• WHAT THE TASK ASKS: Every line of the data that includes "larger" should be copied out.

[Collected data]
###
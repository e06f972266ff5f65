"""The search that both the planner and the repair run: change the plan, check it, repeat.

Every step evaluates the whole plan with ``biastree.analysis.pipeline.check_tree``
(the solver and audit of ``biastree check``), reads which loads fail and why,
and applies one combined set of changes:

* **rebalance** — the ratio of each branch into a block is set so that the
  middle of its error range (over the voltage ends) is zero, realised with
  whole unit devices (a larger input device when the rounding would eat the
  budget).  This cancels β loading and the systematic Early / λ error;
* **topology** — what is left is attacked where it comes from: the spread of
  the error over the voltage range by the block's own mirror (Early →
  cascode / wilson4, λ → cascode / wide_swing), the spread over the plan's
  conditions by the stage with the largest β loading (beta_helper /
  wilson4), compliance and headroom by a topology that needs less voltage;
* **split** — a block whose mirror cannot be given a better output moves to
  a mirror of its own (a single-output improved Wilson) fed by the same parent;
* **size** — k·σ of mismatch is cut by larger devices on the stage with the
  largest σ (Pelgrom's area law: σ ∝ 1/√area, so σ/2 costs 4× the area);
* **local** — a remote block whose base/gate line costs budget gets its
  current routed from beside the mirror instead.

A topology once tried on a mirror is not tried again, so the search ends.
What still fails at the end is reported as infeasible, with the block, the
constraint and the amount.
"""

from __future__ import annotations

import copy
import math
from typing import Any

import numpy as np

from biastree.analysis.audit import Audit
from biastree.errors import SolveError
from biastree.physics.topologies import TOPOLOGIES
from biastree.planner.evaluation import Change, Evaluator, Rules
from biastree.planner.ratios import realise
from biastree.tree.arrays import Tree
from biastree.units import format_si

# Topologies in order of cost (device units, then extra current).
COST_ORDER = ("simple", "beta_helper", "wilson", "wilson4", "cascode", "wide_swing")


def _family(data: dict[str, Any], mirror: str) -> str:
    kind = data["devices"][data["mirrors"][mirror]["device"]]["kind"]
    return "bjt" if kind in ("npn", "pnp") else "mos"


def _fits(ratios: list[float], allowed: list[float], n_in: int, units: list[int]) -> bool:
    return all(abs(u / n_in / r - 1.0) <= a for u, r, a in zip(units, ratios, allowed))
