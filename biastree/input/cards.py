"""Device models that point at SPICE model cards instead of simple parameters.

A plan's device may name a ``.model`` card written inline (``card:``), or a
model file (``include:``) or library section (``library:`` + ``section:``)
holding it; ``model:`` is the name of the ``.model`` or of a subcircuit that
wraps the device, as open PDKs do.  Relative paths are taken from the plan
file's folder; ``package:NAME/rest`` is ``rest`` inside the installed Python
package NAME, located without importing it (e.g. ``package:sky130/src/...``).

>>> CardModel.model_validate({"kind": "npn", "model": "qn",
...     "card": ".model qn npn is=1e-16 bf=100"}).source_kind
'inline'
"""

from __future__ import annotations

import importlib.util
import os
import sys
from pathlib import Path
from typing import Annotated, Literal, Optional

from annotated_types import Gt
from pydantic import (
    BaseModel,
    BeforeValidator,
    ConfigDict,
    Field,
    ValidationInfo,
    WithJsonSchema,
    field_validator,
    model_validator,
)

from biastree.units import parse_quantity

def _schema(example: str) -> WithJsonSchema:
    # a number, or text with SI prefix and unit (the plan's quantity fields say the same)
    return WithJsonSchema({"anyOf": [{"type": "number"}, {"type": "string", "pattern": r"^\s*[+-]?(\d+\.?\d*|\.\d+)([eE][+-]?\d+)?\s*\S*\s*$"}],
                           "examples": [example]})


_Length = Annotated[float, BeforeValidator(lambda v: parse_quantity(v, "m")), Gt(0), _schema("1um")]
_VoltMeter = Annotated[float, BeforeValidator(lambda v: parse_quantity(v, "V*m")), _schema("5mV*um")]
_FractionMeter = Annotated[float, BeforeValidator(lambda v: parse_quantity(v, "%*m")), _schema("1%*um")]
_Area = Annotated[float, BeforeValidator(lambda v: parse_quantity(v, "m^2")), Gt(0), _schema("4um^2")]

PACKAGE_PREFIX = "package:"


def resolve_path(text: str, base: Path | None) -> Path:
    """A model file named in a plan: ``package:NAME/rest``, absolute, or relative to ``base``.

    >>> resolve_path("/tmp/x.lib", None)
    PosixPath('/tmp/x.lib')
    """
    text = os.path.expandvars(text)
    if text.startswith(PACKAGE_PREFIX):
        name, _, rest = text[len(PACKAGE_PREFIX):].partition("/")
        spec = importlib.util.find_spec(name) if name else None
        if spec is None or not spec.submodule_search_locations:
            raise ValueError(f"Python package '{name}' is not installed (for {text})")
        return Path(list(spec.submodule_search_locations)[0]) / rest
    path = Path(text)
    if not path.is_absolute():
        path = (base or Path.cwd()) / path
    return path


def portable_path(text: str) -> str:
    """A model file's path as a plan should keep it: ``package:NAME/rest`` when the file lies
    inside an installed Python package (so the plan works on another machine), else as given.

    >>> portable_path("/no/such/place/x.lib")
    '/no/such/place/x.lib'
    """
    path = Path(text)
    if not path.is_absolute():
        return text
    for entry in sys.path:
        try:
            rest = path.relative_to(Path(entry).resolve()) if entry else None
        except (ValueError, OSError):
            continue
        if rest is None or len(rest.parts) < 2:
            continue
        name = rest.parts[0]
        spec = importlib.util.find_spec(name) if name.isidentifier() else None
        if spec is not None and spec.submodule_search_locations and \
                Path(list(spec.submodule_search_locations)[0]).resolve() == Path(entry).resolve() / name:
            return PACKAGE_PREFIX + "/".join(rest.parts)
    return text


class CardModel(BaseModel):
    """A device given by a SPICE model card (Gummel–Poon for npn/pnp; any model
    ngspice can simulate for nmos/pmos, used through characterisation tables)."""

    model_config = ConfigDict(extra="forbid", frozen=True, populate_by_name=True)

    kind: Literal["npn", "pnp", "nmos", "pmos"] = Field(
        description="npn/nmos sink current to ground, pnp/pmos source it from the supply")
    model: str = Field(min_length=1, description="name of the .model card, or of the subcircuit that wraps the device")
    card: Optional[str] = Field(default=None, description="the .model card (or subcircuit) as SPICE text, inline")
    include: Optional[str] = Field(default=None, description="model file holding it (.include), relative to the plan")
    library: Optional[str] = Field(default=None, description="model library file (.lib FILE SECTION), relative to the plan")
    section: Optional[str] = Field(default=None, description="section of the library for nominal conditions, e.g. tt")
    corners: dict[str, str] = Field(
        default_factory=dict, description="library section for each of the plan's corners, e.g. {slow: ss, fast: ff}")
    w: Optional[_Length] = Field(default=None, description="gate width of one unit MOS device (ratios are m= copies)")
    l: Optional[_Length] = Field(default=None, description="gate length of one unit MOS device")  # noqa: E741
    area: Optional[_Area] = Field(default=None, description="emitter area of one unit bipolar device (matching law)")
    a_is_pair: Optional[_FractionMeter] = Field(default=None, description="σ(ΔIS/IS) of a PAIR × √(emitter area)")
    a_is_single: Optional[_FractionMeter] = Field(default=None, description="σ(ΔIS/IS) of ONE device × √(emitter area)")
    a_vt_pair: Optional[_VoltMeter] = Field(default=None, description="Pelgrom A_VT of a PAIR × √(WL)")
    a_vt_single: Optional[_VoltMeter] = Field(default=None, description="σ(VT) of ONE device × √(WL)")
    a_beta_pair: Optional[_FractionMeter] = Field(default=None, description="Pelgrom A_β of a PAIR × √(WL)")
    a_beta_single: Optional[_FractionMeter] = Field(default=None, description="σ(Δβ/β) of ONE device × √(WL)")

    @field_validator("include", "library")
    @classmethod
    def _path(cls, value: Optional[str], info: ValidationInfo) -> Optional[str]:
        if value is None:
            return None
        base = (info.context or {}).get("base") if info.context else None
        path = resolve_path(value, Path(base) if base else None)
        if not path.is_file():
            raise ValueError(f"model file '{value}' not found ({path})")
        return str(path)

    @model_validator(mode="after")
    def _one_source(self) -> CardModel:
        given = [k for k in ("card", "include", "library") if getattr(self, k) is not None]
        if len(given) != 1:
            raise ValueError("give exactly one of card (inline text), include (a file) or library (+ section)")
        if self.library is not None and self.section is None:
            raise ValueError("library needs a section (e.g. section: tt)")
        if self.corners and self.library is None:
            raise ValueError("corners name library sections: they need library")
        if self.kind in ("nmos", "pmos") and (self.w is None or self.l is None):
            raise ValueError("a MOS card needs the unit device size w and l")
        return self

    @property
    def source_kind(self) -> str:
        return "inline" if self.card is not None else "include" if self.include is not None else "library"

    @property
    def is_bipolar(self) -> bool:
        return self.kind in ("npn", "pnp")

    def section_for(self, corner: str) -> Optional[str]:
        """The library section for a plan corner ("" = nominal)."""
        return self.corners.get(corner, self.section) if corner else self.section


def is_card(data: object) -> bool:
    """A device mapping that points at a card (has ``model``) rather than simple parameters."""
    return isinstance(data, dict) and "model" in data


# Plausibility of a bipolar card's DC parameters (ngspice manual, BJT model parameters:
# IS, BF, NF, NR, BR are positive; VAF, VAR, IKF, IKR: 0 means infinite (not used), so ≥ 0;
# resistances and leakage saturation currents ≥ 0).
_POSITIVE = ("is", "bf", "nf", "nr", "br", "ne", "nc")
_NOT_NEGATIVE = ("vaf", "var", "ikf", "ikr", "rb", "re", "rc", "rbm", "ise", "isc", "irb")


def bipolar_value_problem(values: dict[str, float]) -> str | None:
    """'parameter BF = -100 must be > 0' for the first implausible value, else None."""
    for key in _POSITIVE:
        if key in values and not values[key] > 0:
            return f"parameter {key.upper()} = {values[key]:g} must be > 0"
    for key in _NOT_NEGATIVE:
        if key in values and not values[key] >= 0:
            zero = " (0 means infinite)" if key in ("vaf", "var", "ikf", "ikr") else ""
            return f"parameter {key.upper()} = {values[key]:g} must be ≥ 0{zero}"
    return None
###
• ANSWER SECTION:
  whole unit devices (a larger input device when the rounding would eat the
* **size** — k·σ of mismatch is cut by larger devices on the stage with the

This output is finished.